EXERCISE INSTRUCTIONS: For the listing below, give the count of lines containing "inner", and no other text.
--*--
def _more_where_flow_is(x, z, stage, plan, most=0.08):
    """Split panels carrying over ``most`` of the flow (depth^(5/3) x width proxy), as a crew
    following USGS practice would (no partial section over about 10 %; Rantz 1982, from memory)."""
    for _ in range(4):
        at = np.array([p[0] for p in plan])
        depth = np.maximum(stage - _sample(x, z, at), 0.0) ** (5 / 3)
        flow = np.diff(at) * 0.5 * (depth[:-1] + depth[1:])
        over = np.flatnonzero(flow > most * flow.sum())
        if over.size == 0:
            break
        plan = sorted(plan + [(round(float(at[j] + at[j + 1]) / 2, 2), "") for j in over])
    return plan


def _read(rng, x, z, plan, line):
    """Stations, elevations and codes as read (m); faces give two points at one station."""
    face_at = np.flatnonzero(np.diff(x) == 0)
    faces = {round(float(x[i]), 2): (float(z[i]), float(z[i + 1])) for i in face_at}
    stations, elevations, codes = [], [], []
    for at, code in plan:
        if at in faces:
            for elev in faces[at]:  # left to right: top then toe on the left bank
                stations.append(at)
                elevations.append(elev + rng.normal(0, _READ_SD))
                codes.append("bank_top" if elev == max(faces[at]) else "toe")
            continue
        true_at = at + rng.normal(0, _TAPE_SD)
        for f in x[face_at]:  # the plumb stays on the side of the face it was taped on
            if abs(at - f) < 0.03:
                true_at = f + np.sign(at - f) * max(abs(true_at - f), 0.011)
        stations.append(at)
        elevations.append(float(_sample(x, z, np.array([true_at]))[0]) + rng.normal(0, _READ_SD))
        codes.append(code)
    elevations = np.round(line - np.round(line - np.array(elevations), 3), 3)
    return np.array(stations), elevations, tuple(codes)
--*--
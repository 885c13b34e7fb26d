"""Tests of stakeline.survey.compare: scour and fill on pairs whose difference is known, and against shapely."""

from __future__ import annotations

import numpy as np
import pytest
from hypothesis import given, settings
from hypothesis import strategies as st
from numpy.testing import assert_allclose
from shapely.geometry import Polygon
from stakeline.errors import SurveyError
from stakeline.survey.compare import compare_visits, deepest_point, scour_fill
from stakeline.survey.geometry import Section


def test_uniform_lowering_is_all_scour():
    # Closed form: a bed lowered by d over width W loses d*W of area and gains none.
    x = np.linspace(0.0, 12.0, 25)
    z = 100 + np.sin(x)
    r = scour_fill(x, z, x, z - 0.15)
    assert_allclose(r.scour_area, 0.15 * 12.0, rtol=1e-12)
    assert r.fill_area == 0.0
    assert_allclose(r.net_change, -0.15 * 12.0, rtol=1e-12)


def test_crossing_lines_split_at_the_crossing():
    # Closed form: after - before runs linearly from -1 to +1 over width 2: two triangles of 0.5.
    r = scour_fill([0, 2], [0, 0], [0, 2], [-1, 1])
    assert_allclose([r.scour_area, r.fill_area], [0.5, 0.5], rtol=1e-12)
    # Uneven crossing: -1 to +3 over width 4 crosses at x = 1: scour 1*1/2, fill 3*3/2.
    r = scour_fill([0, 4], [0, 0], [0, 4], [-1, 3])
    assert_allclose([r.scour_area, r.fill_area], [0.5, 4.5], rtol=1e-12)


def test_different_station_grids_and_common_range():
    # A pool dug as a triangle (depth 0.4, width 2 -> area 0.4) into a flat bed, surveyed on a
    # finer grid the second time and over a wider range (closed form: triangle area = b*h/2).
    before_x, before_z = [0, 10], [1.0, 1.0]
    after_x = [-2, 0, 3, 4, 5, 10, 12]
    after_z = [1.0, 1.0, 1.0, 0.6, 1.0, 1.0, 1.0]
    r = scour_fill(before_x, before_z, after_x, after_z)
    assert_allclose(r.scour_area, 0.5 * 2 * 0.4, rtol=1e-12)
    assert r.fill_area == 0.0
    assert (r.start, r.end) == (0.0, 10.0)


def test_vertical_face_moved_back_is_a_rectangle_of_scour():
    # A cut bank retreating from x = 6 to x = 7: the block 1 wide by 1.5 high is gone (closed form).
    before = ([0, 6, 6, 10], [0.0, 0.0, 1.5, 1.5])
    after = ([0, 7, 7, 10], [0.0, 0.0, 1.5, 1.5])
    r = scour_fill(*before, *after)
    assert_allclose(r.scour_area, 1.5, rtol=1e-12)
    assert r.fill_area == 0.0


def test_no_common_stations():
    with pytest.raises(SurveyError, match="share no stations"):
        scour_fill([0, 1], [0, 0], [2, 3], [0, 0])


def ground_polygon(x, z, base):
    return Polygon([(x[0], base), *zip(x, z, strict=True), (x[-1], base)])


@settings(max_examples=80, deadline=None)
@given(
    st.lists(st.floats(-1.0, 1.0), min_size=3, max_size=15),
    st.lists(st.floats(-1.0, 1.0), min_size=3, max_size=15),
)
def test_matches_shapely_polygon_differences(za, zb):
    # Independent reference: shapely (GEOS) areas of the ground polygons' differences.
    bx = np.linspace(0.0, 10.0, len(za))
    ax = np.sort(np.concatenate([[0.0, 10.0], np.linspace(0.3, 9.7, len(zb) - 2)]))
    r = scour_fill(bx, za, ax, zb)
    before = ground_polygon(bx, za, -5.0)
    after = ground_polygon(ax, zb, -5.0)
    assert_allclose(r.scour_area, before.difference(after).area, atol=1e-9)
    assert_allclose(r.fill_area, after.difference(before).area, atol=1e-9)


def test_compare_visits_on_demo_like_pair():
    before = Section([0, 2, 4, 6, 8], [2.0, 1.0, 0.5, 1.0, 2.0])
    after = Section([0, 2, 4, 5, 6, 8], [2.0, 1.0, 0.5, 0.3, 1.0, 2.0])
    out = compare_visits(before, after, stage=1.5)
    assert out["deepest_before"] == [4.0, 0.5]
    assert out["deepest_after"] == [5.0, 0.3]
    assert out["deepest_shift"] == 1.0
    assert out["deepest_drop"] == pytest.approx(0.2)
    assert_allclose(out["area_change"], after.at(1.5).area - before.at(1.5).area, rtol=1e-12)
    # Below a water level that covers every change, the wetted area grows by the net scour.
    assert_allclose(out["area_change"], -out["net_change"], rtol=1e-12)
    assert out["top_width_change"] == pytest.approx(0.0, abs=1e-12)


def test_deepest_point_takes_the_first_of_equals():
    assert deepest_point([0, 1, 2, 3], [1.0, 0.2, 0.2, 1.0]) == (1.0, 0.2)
--*--
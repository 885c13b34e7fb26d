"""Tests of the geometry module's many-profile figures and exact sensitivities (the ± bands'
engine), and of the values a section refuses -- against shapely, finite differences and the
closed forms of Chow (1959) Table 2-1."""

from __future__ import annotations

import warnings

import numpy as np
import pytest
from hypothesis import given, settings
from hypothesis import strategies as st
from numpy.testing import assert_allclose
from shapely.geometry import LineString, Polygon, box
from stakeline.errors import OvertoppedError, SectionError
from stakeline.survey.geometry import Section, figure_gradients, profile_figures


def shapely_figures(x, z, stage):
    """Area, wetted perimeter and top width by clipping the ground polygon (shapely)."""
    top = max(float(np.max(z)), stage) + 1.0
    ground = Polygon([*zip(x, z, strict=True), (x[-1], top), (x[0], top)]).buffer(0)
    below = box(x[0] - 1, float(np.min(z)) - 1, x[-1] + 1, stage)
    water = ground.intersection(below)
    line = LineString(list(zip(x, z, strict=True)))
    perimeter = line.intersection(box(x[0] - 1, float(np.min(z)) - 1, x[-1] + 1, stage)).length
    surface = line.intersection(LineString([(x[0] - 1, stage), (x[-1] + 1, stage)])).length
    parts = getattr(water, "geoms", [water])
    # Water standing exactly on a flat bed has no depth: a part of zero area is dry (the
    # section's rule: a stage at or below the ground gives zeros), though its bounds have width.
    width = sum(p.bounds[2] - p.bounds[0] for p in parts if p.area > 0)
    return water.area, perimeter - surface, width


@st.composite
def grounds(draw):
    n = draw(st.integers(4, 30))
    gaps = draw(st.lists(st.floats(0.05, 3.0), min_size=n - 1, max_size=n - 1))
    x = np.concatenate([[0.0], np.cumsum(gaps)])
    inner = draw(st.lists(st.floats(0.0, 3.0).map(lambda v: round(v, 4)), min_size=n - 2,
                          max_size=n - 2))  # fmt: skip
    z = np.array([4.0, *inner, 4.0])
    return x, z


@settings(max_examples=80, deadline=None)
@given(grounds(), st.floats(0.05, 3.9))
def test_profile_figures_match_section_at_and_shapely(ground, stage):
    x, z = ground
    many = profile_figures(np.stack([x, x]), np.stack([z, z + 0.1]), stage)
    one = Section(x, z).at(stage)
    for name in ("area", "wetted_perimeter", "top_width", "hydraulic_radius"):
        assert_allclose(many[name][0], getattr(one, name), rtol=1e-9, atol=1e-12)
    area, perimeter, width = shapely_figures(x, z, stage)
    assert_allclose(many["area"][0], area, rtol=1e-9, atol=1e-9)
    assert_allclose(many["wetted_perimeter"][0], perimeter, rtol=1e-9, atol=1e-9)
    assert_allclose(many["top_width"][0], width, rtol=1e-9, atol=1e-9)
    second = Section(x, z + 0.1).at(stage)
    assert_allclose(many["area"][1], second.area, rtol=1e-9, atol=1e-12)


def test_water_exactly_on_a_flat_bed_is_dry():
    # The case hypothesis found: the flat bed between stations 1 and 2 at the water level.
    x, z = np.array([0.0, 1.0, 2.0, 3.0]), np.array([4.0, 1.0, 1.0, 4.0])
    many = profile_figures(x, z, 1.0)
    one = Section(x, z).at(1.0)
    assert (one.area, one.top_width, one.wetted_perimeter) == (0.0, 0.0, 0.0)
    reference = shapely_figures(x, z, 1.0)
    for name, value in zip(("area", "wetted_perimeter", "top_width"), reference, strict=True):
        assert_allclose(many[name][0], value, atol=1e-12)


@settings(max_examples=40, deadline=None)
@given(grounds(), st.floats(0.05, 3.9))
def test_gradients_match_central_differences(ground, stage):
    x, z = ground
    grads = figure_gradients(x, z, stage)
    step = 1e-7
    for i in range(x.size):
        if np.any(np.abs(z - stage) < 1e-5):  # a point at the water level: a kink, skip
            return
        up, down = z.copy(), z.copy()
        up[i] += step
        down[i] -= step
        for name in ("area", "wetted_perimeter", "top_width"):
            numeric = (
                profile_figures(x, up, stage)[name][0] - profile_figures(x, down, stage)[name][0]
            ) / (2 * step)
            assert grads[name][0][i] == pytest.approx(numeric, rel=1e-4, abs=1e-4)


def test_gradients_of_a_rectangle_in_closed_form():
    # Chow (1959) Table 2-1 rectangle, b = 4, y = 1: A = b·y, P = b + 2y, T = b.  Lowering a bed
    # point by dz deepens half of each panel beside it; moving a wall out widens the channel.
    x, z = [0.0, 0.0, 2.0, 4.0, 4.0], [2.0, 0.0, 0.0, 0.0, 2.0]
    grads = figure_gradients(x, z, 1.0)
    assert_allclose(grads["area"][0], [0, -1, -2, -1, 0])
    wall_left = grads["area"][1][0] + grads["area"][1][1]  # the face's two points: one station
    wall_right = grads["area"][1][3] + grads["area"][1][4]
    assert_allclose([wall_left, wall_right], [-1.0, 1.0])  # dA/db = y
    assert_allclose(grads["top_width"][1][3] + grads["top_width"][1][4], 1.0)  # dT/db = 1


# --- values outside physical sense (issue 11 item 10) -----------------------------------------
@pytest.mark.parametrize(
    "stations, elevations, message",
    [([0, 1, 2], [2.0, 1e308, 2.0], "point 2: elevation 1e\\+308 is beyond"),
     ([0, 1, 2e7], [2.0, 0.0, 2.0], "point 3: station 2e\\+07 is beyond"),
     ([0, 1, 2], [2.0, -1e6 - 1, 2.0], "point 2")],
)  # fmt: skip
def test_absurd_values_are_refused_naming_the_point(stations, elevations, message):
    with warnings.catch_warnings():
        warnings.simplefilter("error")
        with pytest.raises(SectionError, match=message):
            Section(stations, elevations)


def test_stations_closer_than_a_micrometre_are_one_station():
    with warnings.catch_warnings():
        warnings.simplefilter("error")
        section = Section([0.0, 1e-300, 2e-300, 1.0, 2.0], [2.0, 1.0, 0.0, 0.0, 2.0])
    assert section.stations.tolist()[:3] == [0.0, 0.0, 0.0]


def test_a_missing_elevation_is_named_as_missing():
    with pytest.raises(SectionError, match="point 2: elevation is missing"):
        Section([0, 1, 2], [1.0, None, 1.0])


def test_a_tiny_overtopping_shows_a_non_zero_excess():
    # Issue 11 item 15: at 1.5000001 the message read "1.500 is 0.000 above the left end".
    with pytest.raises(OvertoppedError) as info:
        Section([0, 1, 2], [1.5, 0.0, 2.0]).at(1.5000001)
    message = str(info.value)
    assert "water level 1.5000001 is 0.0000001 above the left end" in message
--*--
OUTPUT FOR THIS TASK: 2